Türk’ün künyesi hareket üzere kurulmuştur. Bütün milletler içinde cesaret ve
şecaatça onlardan daha ileride olan ve büyük maksatları elde etmek uğrunda
onlardan daha ileri gidebilen bir millet yoktur. Allahu Teâlâ onları arslan
sûretinde yaratmıştır. Türkler yaltaklanma, yaldızlı sözler, münafıklık,
kovuculuk yapma, yerme, riya, dostlarına karşı kibir, arkadaşlarına karşı
fenalık nedir bilmezler. Türklerde vatan sevgisi diğer milletlerden daha
fazladır.”(Türklerin Faziletleri Pdf, Prof. Dr. Ramazan Şeşen, Yeditepe
Yay., s.69-77)
KÂŞGARLI MAHMUD: “TANRI, TÜRKLERİ DÜNYA MİLLETLERİNE
VÂLİ KILDI”
Türk’ü Müslümanlığıyla
vasıflandıran ilk âlim Kâşgarlı Mahmud (1008-1090) “Dîvânü
Lugâti’t-Türk” adlı eserinde kavimler içinde
Türklerin üstünlüğünü “Tanrıya” (Allah’a) inanmalarına ve İslâm dîninden
olmalarına bağlar: “Yalavaç (Peygamber) Nuh Peygamberin oğlu Yafes…
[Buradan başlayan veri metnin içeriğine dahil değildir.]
/** I_SQL = m L² γ⁴/(4ω0) (KLMTV eq. for the conventional interferometer). */
function iSql(mass: number, armLength: number, gamma: number, omega0: number): number {
  return (mass * armLength ** 2 * gamma ** 4) / (4 * omega0);
}

/** I0 = 2LγP_arm/c: power at the beam splitter for a given circulating arm power (lossless arms). */
function beamSplitterPower(pArm: number, armLength = L, gamma = GAMMA): number {
  return (2 * armLength * gamma * pArm) / SPEED_OF_LIGHT;
}

function kimbleK(f: number, opts: { mass?: number; pArm?: number; gamma?: number } = {}): number {
  const mass = opts.mass ?? MASS;
  const gamma = opts.gamma ?? GAMMA;
  const w = 2 * Math.PI * f;
  const i0 = beamSplitterPower(opts.pArm ?? P_ARM, L, gamma);
  return (i0 / iSql(mass, L, gamma, OMEGA0)) * ((2 * gamma ** 4) / (w ** 2 * (gamma ** 2 + w ** 2)));
}

function hSql2(f: number, mass = MASS, armLength = L): number {
  return (8 * HBAR) / (mass * (2 * Math.PI * f) ** 2 * armLength ** 2);
}

interface IfoOptions {
  params?: Record<string, string | number>;
  light?: ComponentDescription;
  angle?: string;
  efficiency?: number;
  referTo?: string;
}

function ifoSetup(o: IfoOptions = {}): SetupDescription {
  return setup(
    [
      o.light ?? { name: "light", type: "vacuum" },
      {
        name: "ifo",
        type: "interferometer",
        params: { mass: `${MASS} kg`, armLength: `${L} m`, armBandwidth: `${F_ARM} Hz`, power: `${P_ARM} W`, ...o.params },
      },
      { name: "detector", type: "homodyne", params: { angle: o.angle ?? "90 deg", efficiency: o.efficiency ?? 1 } },
    ],
    [
      ["light.out", "ifo.in"],
      ["ifo.out", "detector.in"],
    ],
    { signal: o.referTo ? { kind: "strain", on: "ifo", referTo: o.referTo } : { kind: "strain", on: "ifo" } },
  );
}

const GRID = { from: 1, to: 1e4, points: 97 };

describe("interferometer: input-output relations (KLMTV 2001)", () => {
  let math: MathJs;
  beforeAll(async () => {
    math = await loadMathjs();
  });

  /** Transfer from the dark-port input quadratures and from h to the homodyne output at `angle`. */
  function transfers(angle: string, frequencies: Float64Array) {
    const a = assemble(loadSetup(ifoSetup({ angle })));
    const m = a.model.nInputs;
    const col = (label: string) => a.model.inputs.findIndex((x) => x.owner === "light" && x.label === label);
    const H = inputTransfer(a.model, a.readoutRows, frequencies);
    const s = signalResponse(a.model, a.readoutRows, frequencies);
    return Array.from(frequencies, (_, k) => ({
      a1: math.complex(H.re[k * m + col("amplitude quadrature")], H.im[k * m + col("amplitude quadrature")]),
      a2: math.complex(H.re[k * m + col("phase quadrature")], H.im[k * m + col("phase quadrature")]),
      h: math.complex(s.re[k], s.im[k]),
    }));
  }

  function expectComplexClose(got: Complex, want: Complex, what: string): void {
    const d = math.subtract(got, want) as Complex;
    const scale = math.abs(want) as unknown as number;
    expect((math.abs(d) as unknown as number) / scale, what).toBeLessThan(1e-9);
  }

  it("b1 = a1 e^{2iβ} and b2 = (a2 − K a1) e^{2iβ} + √(2K)(h/h_SQL) e^{iβ}, β = arctan(Ω/γ) (KLMTV Sec. II), up to one overall sign", () => {
    const freqs = Float64Array.from([3, 30, 77, 100, 180, 1e3, 6e3]);
    const amp = transfers("0 deg", freqs);
    const phase = transfers("90 deg", freqs);
    freqs.forEach((f, k) => {
      const w = 2 * Math.PI * f;
      const beta = Math.atan(w / GAMMA);
      const e2 = math.exp(math.complex(0, 2 * beta)) as Complex;
      const e1 = math.exp(math.complex(0, beta)) as Complex;
      const K = kimbleK(f);
      const sign = -1;
      expectComplexClose(amp[k].a1, math.multiply(sign, e2) as Complex, `b1/a1 at ${f} Hz`);
      expect(math.abs(amp[k].a2) as unknown as number, `b1/a2 at ${f} Hz`).toBe(0);
      expect(math.abs(amp[k].h) as unknown as number, `b1/h at ${f} Hz`).toBe(0);
      expectComplexClose(phase[k].a2, math.multiply(sign, e2) as Complex, `b2/a2 at ${f} Hz`);
      expectComplexClose(phase[k].a1, math.multiply(-sign * K, e2) as Complex, `b2/a1 at ${f} Hz`);
      expectComplexClose(phase[k].h, math.multiply((sign * Math.sqrt(2 * K)) / Math.sqrt(hSql2(f)), e1) as Complex, `b2/h at ${f} Hz`);
    });
  });

  it("phase readout of vacuum: S_h = (h_SQL²/2)(K + 1/K) (KLMTV eq. for the conventional interferometer)", () => {
    const b = evaluateSetup(loadSetup(ifoSetup()), GRID).budget;
    expect(b.quantity).toEqual({ name: "strain", unit: "1" });
    const expected = Array.from(b.frequencies, (f) => (hSql2(f) / 2) * (kimbleK(f) + 1 / kimbleK(f)));
    expectAllClose(b.total, expected, 1e-9, "S_h");
    // Shot noise (phase quadrature) and radiation pressure (amplitude quadrature) are the 1/K and K parts.
    expectAllClose(
      sumTerms(b.terms, "phase quadrature"),
      Array.from(b.frequencies, (f) => hSql2(f) / 2 / kimbleK(f)),
      1e-9,
      "shot noise",
    );
    expectAllClose(
      sumTerms(b.terms, "amplitude quadrature"),
      Array.from(b.frequencies, (f) => (hSql2(f) / 2) * kimbleK(f)),
      1e-9,
      "radiation pressure",
    );
  });

  it("the same at other masses, powers and arm widths", () => {
    for (const [mass, pArm, fArm] of [
      [10, 2e5, 40],
      [150, 3e6, 500],
    ]) {
      const gamma = 2 * Math.PI * fArm;
      const s = loadSetup(ifoSetup({ params: { mass: `${mass} kg`, power: `${pArm} W`, armBandwidth: `${fArm} Hz` } }));
      const b = evaluateSetup(s, { from: 0.5, to: 2e4, points: 61 }).budget;
      const expected = Array.from(b.frequencies, (f) => {
        const K = kimbleK(f, { mass, pArm, gamma });
        return (hSql2(f, mass) / 2) * (K + 1 / K);
      });
      expectAllClose(b.total, expected, 1e-9, `m = ${mass} kg, P = ${pArm} W, γ/2π = ${fArm} Hz`);
    }
  });

  it.each([
    [0.5, 0],
    [1.15, Math.PI / 2],
    [0.8, Math.PI / 3],
    [1.5, -0.4],
    [0.3, 2.2],
  ])("frequency-independent squeezing r = %f, θ = %f rad: S_h = (h_SQL²/2)(K + 1/K)[cosh 2R − cos 2(θ + Φ) sinh 2R], Φ = arccot K (KLMTV Sec. IV)", (r, theta) => {
    // KLMTV measure θ from the amplitude quadrature a1 as our squeezed component does; with an
    // opposite sense the asymmetric angles here (π/3, −0.4, 2.2) would fail.
    const light: ComponentDescription = { name: "light", type: "squeezed", params: { r, angle: `${theta} rad` } };
    const b = evaluateSetup(loadSetup(ifoSetup({ light })), GRID).budget;
    const expected = Array.from(b.frequencies, (f) => {
      const K = kimbleK(f);
      const phi = Math.atan(1 / K);
      return (hSql2(f) / 2) * (K + 1 / K) * (Math.cosh(2 * r) - Math.cos(2 * (theta + phi)) * Math.sinh(2 * r));
    });
    expectAllClose(b.total, expected, 1e-9, "squeezed S_h");
  });

  it("detection efficiency η with squeezing: S_h = (h_SQL²/2)[(K + 1/K)(cosh 2R − cos 2(θ+Φ) sinh 2R) + (1 − η)/(ηK)]", () => {
    // Derivation (KLMTV relations + a beam splitter of transmission η before an ideal detector):
    // y = √η b2 + √(1−η) v. Noise: η(1 + K²)[…] + (1 − η); signal power η·2K/h_SQL².
    // Dividing: (h_SQL²/2)[(1 + K²)/K · […] + (1 − η)/(ηK)].
    const eta = 0.9;
    const r = 1.0;
    const theta = Math.PI / 2;
    const light: ComponentDescription = { name: "light", type: "squeezed", params: { r, angle: `${theta} rad` } };
    const b = evaluateSetup(loadSetup(ifoSetup({ light, efficiency: eta })), GRID).budget;
    const expected = Array.from(b.frequencies, (f) => {
      const K = kimbleK(f);
      const phi = Math.atan(1 / K);
      const sq = Math.cosh(2 * r) - Math.cos(2 * (theta + phi)) * Math.sinh(2 * r);
      return (hSql2(f) / 2) * ((K + 1 / K) * sq + (1 - eta) / (eta * K));
    });
    expectAllClose(b.total, expected, 1e-9, "S_h with detection loss");
  });
});

describe("interferometer: arm loss", () => {
  /*
   * Closed form derived here from the same model (KLMTV's arm cavity with a lossy end, loss
   * port by the input-output relation of Gardiner & Collett, Phys. Rev. A 31, 3761 (1985)).
   * Round-trip loss ε splits the half-width into γ_0 = εc/4L (loss) and γ_in = γ − γ_0 (dark
   * port). With D = γ − iΩ and μ = m/4:
   *   d1 = (√(2γ_in) a1 + √(2γ_0) v1)/D,   d2 = (√(2γ_in) a2 + √(2γ_0) v2 + Gā(ΔL + Lh))/D,
   *   ΔL = −ħGā d1/(μΩ²),                   b2 = a2 − √(2γ_in) d2.
   * Direct phase noise: |1 − 2γ_in/D|² + 4γ_inγ_0/|D|² = ((γ_0 − γ_in)² + Ω² + 4γ_inγ_0)/|D|² = 1.
   * Back-action: (4γ_in² + 4γ_inγ_0)(ħG²n/μΩ²)²/|D|⁴ = (γ_in/γ) K²,  K = 2γħG²n/(μΩ²|D|²).
   * Signal power: 2γ_in G²n L²/|D|² = (γ_in/γ) K μΩ²L²/ħ = (γ_in/γ) 2K/h_SQL².
   * So S_h = (h_SQL²/2)(K + 1/(ηK)) with η = γ_in/γ = 1 − εc/(4Lγ) and K the lossless K at the
   * same circulating power and total width: exactly what a lossless interferometer read with
   * detection efficiency η gives (the previous test with R = 0).
   */
  const EPS = 5e-3;
  const ETA = 1 - (EPS * SPEED_OF_LIGHT) / (4 * L * GAMMA);

  it("phase readout: S_h = (h_SQL²/2)(K + 1/(ηK)), η = 1 − εc/(4Lγ)", () => {
    expect(ETA).toBeGreaterThan(0.8);
    expect(ETA).toBeLessThan(0.9);
    const b = evaluateSetup(loadSetup(ifoSetup({ params: { opticalLoss: EPS } })), GRID).budget;
    const expected = Array.from(b.frequencies, (f) => (hSql2(f) / 2) * (kimbleK(f) + 1 / (ETA * kimbleK(f))));
    expectAllClose(b.total, expected, 1e-9, "S_h with arm loss");
    expect(b.terms.map((t) => t.label)).toContain("ifo: arm loss (amplitude)");
  });

  it("equals a lossless interferometer read with detection efficiency η (same closed form)", () => {
    const lossy = evaluateSetup(loadSetup(ifoSetup({ params: { opticalLoss: EPS } })), GRID).budget;
    const detector = evaluateSetup(loadSetup(ifoSetup({ efficiency: ETA })), GRID).budget;
    expectAllClose(lossy.total, detector.total, 1e-9, "arm loss vs detection loss");
  });
});
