import { describe, expect, it } from "vitest";
import { HBAR } from "../../src/constants";
import { conditionalVariance, entangledSourceCovariance, entangledSourceSpectrum } from "../../src/engine/entanglement";
import { outputSpectra } from "../../src/engine/spectra";
import { QuietframeError, QuietframeErrors } from "../../src/errors";
import { assemble } from "../../src/setup/assemble";
import { evaluateSetup, loadSetup } from "../../src/pipeline";
import type { SetupDescription } from "../../src/setup/format";
import { expectAllClose } from "../helpers/close";
import { setup } from "../helpers/setups";

/**
 * The two-colour entangled source: two-mode squeezed vacuum. Lossless, its one-sided noise
 * matrix (vacuum = 1) over X1, P1, X2, P2 is
 *   [[c, 0, s, 0], [0, c, 0, −s], [s, 0, c, 0], [0, −s, 0, c]],  c = cosh 2r, s = sinh 2r,
 * so Var(X1 − X2) = Var(P1 + P2) = e^{−2r} in units where each quadrature's vacuum variance is
 * 1/2 (physics notes §4; the two-mode squeezed state of Duan et al., PRL 84, 2722 (2000)).
 */

const cosh2 = (r: number) => Math.cosh(2 * r);
const sinh2 = (r: number) => Math.sinh(2 * r);

/**
 * Source → (arm 1 through a position probe at rate 0 on an oscillator, which only serves as the
 * set-up's signal target) → homodyne d1; arm 2 → homodyne d2.
 */
function measured(source: Record<string, string | number>, angle1: string, angle2: string, probeRate = "0 Hz"): SetupDescription {
  return setup(
    [
      { name: "epr", type: "entangled-source", params: source },
      { name: "body", type: "oscillator", params: { mass: "10 ng", frequency: "1 MHz", Q: 1e4, temperature: "0 K", damping: "symmetric" } },
      { name: "probe", type: "position-probe", params: { measurementRate: probeRate } },
      { name: "d1", type: "homodyne", params: { angle: angle1 } },
      { name: "d2", type: "homodyne", params: { angle: angle2 } },
    ],
    [
      ["epr.out1", "probe.in"],
      ["probe.out", "d1.in"],
      ["epr.out2", "d2.in"],
      ["probe.mechanics", "body.body"],
    ],
    { readout: ["d1", "d2"], signal: { kind: "force", on: "body", referTo: "force" } },
  );
}

/** The 2×2 one-sided output spectra [S11, S12, S22] (real parts) at the given frequencies. */
function spectra(s: SetupDescription, freqs: number[]): { s11: number; s12: number; s22: number; imag: number }[] {
  const a = assemble(loadSetup(s));
  const out = outputSpectra(a.model, a.readoutRows, Float64Array.from(freqs));
  return freqs.map((_, k) => ({ s11: out.re[k * 4], s12: out.re[k * 4 + 1], s22: out.re[k * 4 + 3], imag: out.im[k * 4 + 1] }));
}

const FREQS = [10, 1e3, 1e5, 1e7];

describe("white two-mode squeezed source", () => {
  it("declares the one-sided noise matrix [[c,0,s,0],[0,c,0,−s],[s,0,c,0],[0,−s,0,c]] as one budget group", () => {
    const r = 0.8;
    const a = assemble(loadSetup(measured({ r }, "0 deg", "0 deg")));
    const group = a.model.groups.filter((g) => g.owner === "epr");
    expect(group).toHaveLength(1);
    expect(group[0].label).toBe("epr: entangled light");
    const cols = group[0].columns;
    expect(cols).toHaveLength(4);
    const m = a.model.nInputs;
    const block = cols.flatMap((i) => cols.map((j) => a.model.N[i * m + j]));
    const c = cosh2(r);
    const s = sinh2(r);
    expectAllClose(block, [c, 0, s, 0, 0, c, 0, -s, s, 0, c, 0, 0, -s, 0, c], 1e-14, "N");
  });

  it.each([0, 0.3, 1.15, 2])("r = %f: Var(X1 − X2) = Var(P1 + P2) = e^{−2r} at every frequency (Duan et al. 2000)", (r) => {
    const xs = spectra(measured({ r }, "0 deg", "0 deg"), FREQS);
    const ps = spectra(measured({ r }, "90 deg", "90 deg"), FREQS);
    for (let k = 0; k < FREQS.length; k++) {
      // Variance of a combination = half its one-sided PSD (vacuum PSD 1 ↔ variance 1/2).
      const varXminus = (xs[k].s11 + xs[k].s22 - 2 * xs[k].s12) / 2;
      const varPplus = (ps[k].s11 + ps[k].s22 + 2 * ps[k].s12) / 2;
      expect(Math.abs(varXminus / Math.exp(-2 * r) - 1)).toBeLessThan(1e-12);
      expect(Math.abs(varPplus / Math.exp(-2 * r) - 1)).toBeLessThan(1e-12);
      expect(xs[k].imag).toBe(0);
    }
  });

  it('squeezing in dB is 10·log10 e^{−2r}: "-10 dB" gives Var(X1 − X2) = 0.1 (physics notes §1)', () => {
    const xs = spectra(measured({ squeezing: "-10 dB" }, "0 deg", "0 deg"), [1e3]);
    expect(Math.abs((xs[0].s11 + xs[0].s22 - 2 * xs[0].s12) / 2 / 0.1 - 1)).toBeLessThan(1e-12);
  });

  /*
   * Arm losses: each arm's quadratures become √η_j q_j + √(1 − η_j) v_j with fresh vacuum v_j,
   * so the diagonal becomes η_j c + 1 − η_j and the cross terms √(η1 η2)·(±s).
   */
  it.each([
    [0.9, 0.9],
    [0.95, 0.6],
    [0.3, 1],
  ])("per-arm efficiencies η1 = %f, η2 = %f mix in vacuum (closed form derived above)", (eta1, eta2) => {
    const r = 1.1;
    const c = cosh2(r);
    const s = sinh2(r);
    const xs = spectra(measured({ r, efficiency1: eta1, efficiency2: eta2 }, "0 deg", "0 deg"), FREQS);
    const ps = spectra(measured({ r, efficiency1: eta1, efficiency2: eta2 }, "90 deg", "90 deg"), FREQS);
    for (let k = 0; k < FREQS.length; k++) {
      expect(Math.abs(xs[k].s11 / (eta1 * c + 1 - eta1) - 1)).toBeLessThan(1e-12);
      expect(Math.abs(xs[k].s22 / (eta2 * c + 1 - eta2) - 1)).toBeLessThan(1e-12);
      expect(Math.abs(xs[k].s12 / (Math.sqrt(eta1 * eta2) * s) - 1)).toBeLessThan(1e-12);
      expect(Math.abs(ps[k].s12 / (-Math.sqrt(eta1 * eta2) * s) - 1)).toBeLessThan(1e-12);
    }
    // The same numbers as the entanglement module's description of the source.
    const spec = entangledSourceSpectrum({ r, efficiency1: eta1, efficiency2: eta2 }, 1e3);
    expect(Math.abs(spec[0] / xs[1].s11 - 1)).toBeLessThan(1e-14);
    expect(Math.abs(spec[2] / xs[1].s12 - 1)).toBeLessThan(1e-14);
  });
});

describe("finite bandwidth: a non-degenerate parametric oscillator below threshold", () => {
  /*
   * Squeezing spectra of a parametric oscillator below threshold with cavity linewidth κ
   * (energy decay rate) and pump parameter x = ε/(κ/2) (x² = pump power over threshold),
   * for the squeezed and anti-squeezed combinations (Collett & Gardiner, PRA 30, 1386 (1984);
   * Walls & Milburn, Quantum Optics, ch. on squeezed light; from memory):
   *   S∓(Ω) = 1 ∓ 4x/((1 ± x)² + (2Ω/κ)²).
   * In the non-degenerate oscillator X1 − X2 and P1 + P2 carry S₋, X1 + X2 and P1 − P2 carry S₊.
   * At Ω = 0, S₋ = ((1 − x)/(1 + x))², so the level r at zero frequency needs x = tanh(r/2).
   */
  const kappa = 2 * Math.PI * 5e6;
  const squeezedPsd = (x: number, f: number) => 1 - (4 * x) / ((1 + x) ** 2 + ((4 * Math.PI * f) / kappa) ** 2);
  const antiPsd = (x: number, f: number) => 1 + (4 * x) / ((1 - x) ** 2 + ((4 * Math.PI * f) / kappa) ** 2);

  it.each([0.5, 1.5, 3])("r = %f: the output spectra follow S₋ and S₊ at every sideband frequency", (r) => {
    const x = Math.tanh(r / 2);
    const freqs = [1, 1e3, 1e5, 1e6, 2.5e6, 5e6, 2e7, 1e9];
    const source = { r, bandwidth: "5 MHz" };
    const xs = spectra(measured(source, "0 deg", "0 deg"), freqs);
    const ps = spectra(measured(source, "90 deg", "90 deg"), freqs);
    freqs.forEach((f, k) => {
      const minus = squeezedPsd(x, f);
      const plus = antiPsd(x, f);
      expect(Math.abs(xs[k].s11 / ((plus + minus) / 2) - 1), `${f} Hz`).toBeLessThan(1e-10);
      expect(Math.abs((xs[k].s11 + xs[k].s22 - 2 * xs[k].s12) / 2 / minus - 1), `X1 − X2 at ${f} Hz`).toBeLessThan(1e-9);
      expect(Math.abs((ps[k].s11 + ps[k].s22 + 2 * ps[k].s12) / 2 / minus - 1), `P1 + P2 at ${f} Hz`).toBeLessThan(1e-9);
      expect(Math.abs((xs[k].s11 + xs[k].s22 + 2 * xs[k].s12) / 2 / plus - 1), `X1 + X2 at ${f} Hz`).toBeLessThan(1e-10);
    });
    // Far below the linewidth (1 Hz against 5 MHz: corrections of order (2Ω/κ)²/(1 − x)² < 1e-10)
    // the source is the white one with the same r.
    expect(Math.abs((xs[0].s11 + xs[0].s22 - 2 * xs[0].s12) / 2 / Math.exp(-2 * r) - 1)).toBeLessThan(1e-9);
  });

  it("arm losses act on the filtered light as on white light, and the spectrum function agrees with the engine", () => {
    const r = 1.2;
    const source = { r, bandwidth: "5 MHz", efficiency1: 0.8, efficiency2: 0.65 };
    const freqs = [2e5, 3e6, 4e7];
    const xs = spectra(measured(source, "0 deg", "0 deg"), freqs);
    const ps = spectra(measured(source, "90 deg", "90 deg"), freqs);
    freqs.forEach((f, k) => {
      const spec = entangledSourceSpectrum({ r, efficiency1: 0.8, efficiency2: 0.65, bandwidth: 5e6 }, f);
      expect(Math.abs(xs[k].s11 / spec[0] - 1)).toBeLessThan(1e-10);
      expect(Math.abs(xs[k].s12 / spec[2] - 1)).toBeLessThan(1e-10);
      expect(Math.abs(xs[k].s22 / spec[10] - 1)).toBeLessThan(1e-10);
      expect(Math.abs(ps[k].s12 / spec[7] - 1)).toBeLessThan(1e-10);
      const x = Math.tanh(r / 2);
      const c = (antiPsd(x, f) + squeezedPsd(x, f)) / 2;
      expect(Math.abs(xs[k].s22 / (0.65 * c + 0.35) - 1)).toBeLessThan(1e-10);
    });
  });

  it("keeps all its vacua (cavity inputs and arm losses) in one budget group", () => {
    const a = assemble(loadSetup(measured({ r: 1, bandwidth: "5 MHz", efficiency1: 0.9 }, "0 deg", "0 deg")));
    const groups = a.model.groups.filter((g) => g.owner === "epr");
    expect(groups.map((g) => [g.label, g.columns.length])).toEqual([["epr: entangled light", 8]]);
    expect(a.model.modes.filter((m) => m.owner === "epr")).toHaveLength(2);
  });

  it("the band covariance averages the spectrum: a narrow band gives half the spectrum there", () => {
    const source = { r: 1, efficiency1: 1, efficiency2: 1, bandwidth: 5e6 };
    const v = entangledSourceCovariance(source, { from: 1e6, to: 1e6 * (1 + 1e-7) });
    const s = entangledSourceSpectrum(source, 1e6);
    for (let i = 0; i < 16; i++) expect(Math.abs(v[i] - s[i] / 2)).toBeLessThan(1e-6 * Math.abs(s[0]));
  });
});

describe("the optimal combination does the conditioning", () => {
  /*
   * Arm 1 reads an oscillator (phase quadrature, rate Γ); arm 2 goes straight to a phase
   * detector. With n1 = a2 + g a1 + b, n2 = b2: S11 = cL + B, S22 = c, S12 = −s (L = 1 + |g|²),
   * and the optimal estimate has S11 − s²/c = c|g|² + 1/c + B:
   * the imprecision is divided by cosh 2r (a2 conditioned on b2: Var(P1 | P2) = (1/2)/cosh 2r),
   * the back-action multiplied by cosh 2r (a1 is anti-squeezed and nobody measures b1).
   */
  it("divides the imprecision by cosh 2r and multiplies the back-action by cosh 2r", () => {
    const r = 0.9;
    const grid = { from: 9e5, to: 1.1e6, points: 41 };
    const plain = evaluateSetup(loadSetup(measured({ r: 0 }, "90 deg", "90 deg", "1 kHz")), grid).budget;
    const epr = evaluateSetup(loadSetup(measured({ r }, "90 deg", "90 deg", "1 kHz")), grid).budget;
    const mass = 1e-11;
    const omegaM = 2 * Math.PI * 1e6;
    const k2 = 4 * 2 * Math.PI * 1e3;
    const ps2 = HBAR * mass * omegaM;
    const gamma = omegaM / 1e4;
    const c = cosh2(r);
    // Conditional variance from the entanglement module, for the factor 1/cosh 2r.
    const v = entangledSourceCovariance({ r, efficiency1: 1, efficiency2: 1 });
    const conditioning = 2 * conditionalVariance(v, 1, [3]);
    expect(Math.abs(conditioning * c - 1)).toBeLessThan(1e-12);
    const bathTerm = plain.terms.find((t) => t.label.startsWith("body"))!.psd;
    const expected = Array.from(epr.frequencies, (f, i) => {
      const w = 2 * Math.PI * f;
      const dr = omegaM ** 2 + gamma ** 2 / 4 - w ** 2;
      const chi2 = omegaM ** 2 / (dr ** 2 + (gamma * w) ** 2);
      const imprecision = ps2 / (k2 * chi2);
      const backAction = k2 * ps2;
      return imprecision * conditioning + backAction * c + bathTerm[i];
    });
    expectAllClose(epr.total, expected, 1e-9, "conditioned total");
    expect(epr.terms.map((t) => t.label)).toContain("epr: entangled light");
  });
});

describe("bad entangled-source input names the field, the value and what is allowed", () => {
  const problem = (params: Record<string, string | number>): QuietframeError => {
    try {
      loadSetup(measured(params, "0 deg", "0 deg"));
    } catch (e) {
      if (e instanceof QuietframeError) return e;
      if (e instanceof QuietframeErrors && e.problems.length === 1) return e.problems[0];
      throw e;
    }
    throw new Error("expected a QuietframeError");
  };

  it("positive squeezing in dB", () => {
    const e = problem({ squeezing: "3 dB" });
    expect(e.path).toBe("components.epr.squeezing");
    expect(e.value).toBe("3 dB");
    expect(e.allowed).toContain("squeezing ≤ 0 dB");
  });

  it("both or neither of squeezing and r", () => {
    expect(problem({ squeezing: "-6 dB", r: 0.7 }).message).toContain("both squeezing and r");
    expect(problem({ efficiency1: 0.9 }).message).toContain("neither squeezing nor r");
  });

  it("r beyond 10, efficiency beyond 1, zero bandwidth", () => {
    expect(problem({ r: 12 }).path).toBe("components.epr.r");
    const eff = problem({ r: 1, efficiency2: 1.2 });
    expect(eff.path).toBe("components.epr.efficiency2");
    expect(eff.value).toBe(1.2);
    expect(problem({ r: 1, bandwidth: "0 Hz" }).path).toBe("components.epr.bandwidth");
    const deep = problem({ squeezing: "-100 dB" });
    expect(deep.path).toBe("components.epr.squeezing");
    expect(deep.allowed).toContain("r ≤ 10");
  });
});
Türkler, Yasef’in oğludur. İbrahim Peygamberin İshak oğulları Iysu, Iysu
oğulları Rum’u andırır. Tanrı onlara Türk adını verdi. Hakanlarını onlardan
çıkardı. Dünya milletlerinin idare yularını onlara verdi. Dünya milletlerine
vâli kıldı. Onlarla birlikte olanları ve çalışanları kutsal saydı, sevdi,
değerli kıldı. Türkler yüzünden onları her dileklerine eriştirdi.” (Kâşgarlı Mahmud’a Göre Türk kimliğinin ortaya çıkışı,
academia.edu.tr.)
ŞEHBENDERZÂDE: “TÜRKLERİN MÜSLÜMAN OLMASI ALLAH’IN
İSLÂMİYET’E YARDIMIDIR”
Şehbenderzâde Filibeli Ahmed Hilmi’ye
göre Türklerin Müslüman olması Allah’ın İslâmiyet’e yardımıdır. Türk’ü
Müslümanla bir gören Şehbenderzâde’nin Türklüğe mensubiyet şuuru son derece
yüksektir: “Tanrı kendi dînine yardım etti. Müslümanlıkla düşmanları arasına
geçilmez bir engel çekti. Bu engel kimdir biliyor musunuz? İşte bu engel sizin
şanlı dedeleriniz olan arslan Türklerdir. Onlar geldiler, İslâm’a asker
oldular. O vakte kadar Müslüman ayağı basmayan yerleri aldılar. (…) ‘Tanrı
birdir’ narâsıyla gökleri inlettiler.” (Şehbenderzâde Filibeli Ahmed
Hilmi’de Türklük tasavvuru, s.44, yüksek lisans tezi, Ramazan Uğur Uçar,
Sakarya Üniversitesi, Sos. Bl. Enst.)
Ona göre, İslâm’ı tek başına yayan ve engelleri aşan
Türklerdir. “İlk pâdişahımız, şanlı ve büyük hanımız
Osman torunları, Rum Kayserinin, İran Şah-ı
Şehininin daha nice hükümdar ve kralların tahtları üstüne Peygamberimiz Muhammed Aleyhisselâm’ın seccadesini sermişler ve bütün
Müslümanlara halife olup o mübarek seccadeye
oturmuşlardı. (…) Türkler asırlardan beri İslâm’ın müdafaası,
Müslümanların saadetini temin ile onların gayrimüslimlerin esaret boyunduruğuna
girmemeleri uğrunda canını, malını fütur getirmeksizin feda ettikleri için,
Hıristiyan Avrupa’ca idam cezasına mahkûm edilmiştiler.” (a.g.e.,
s.53-.65)
MEHMED ÂKİF: “TÜRKLER İSLÂM’IN GÜRBÜZ UNSURUDUR”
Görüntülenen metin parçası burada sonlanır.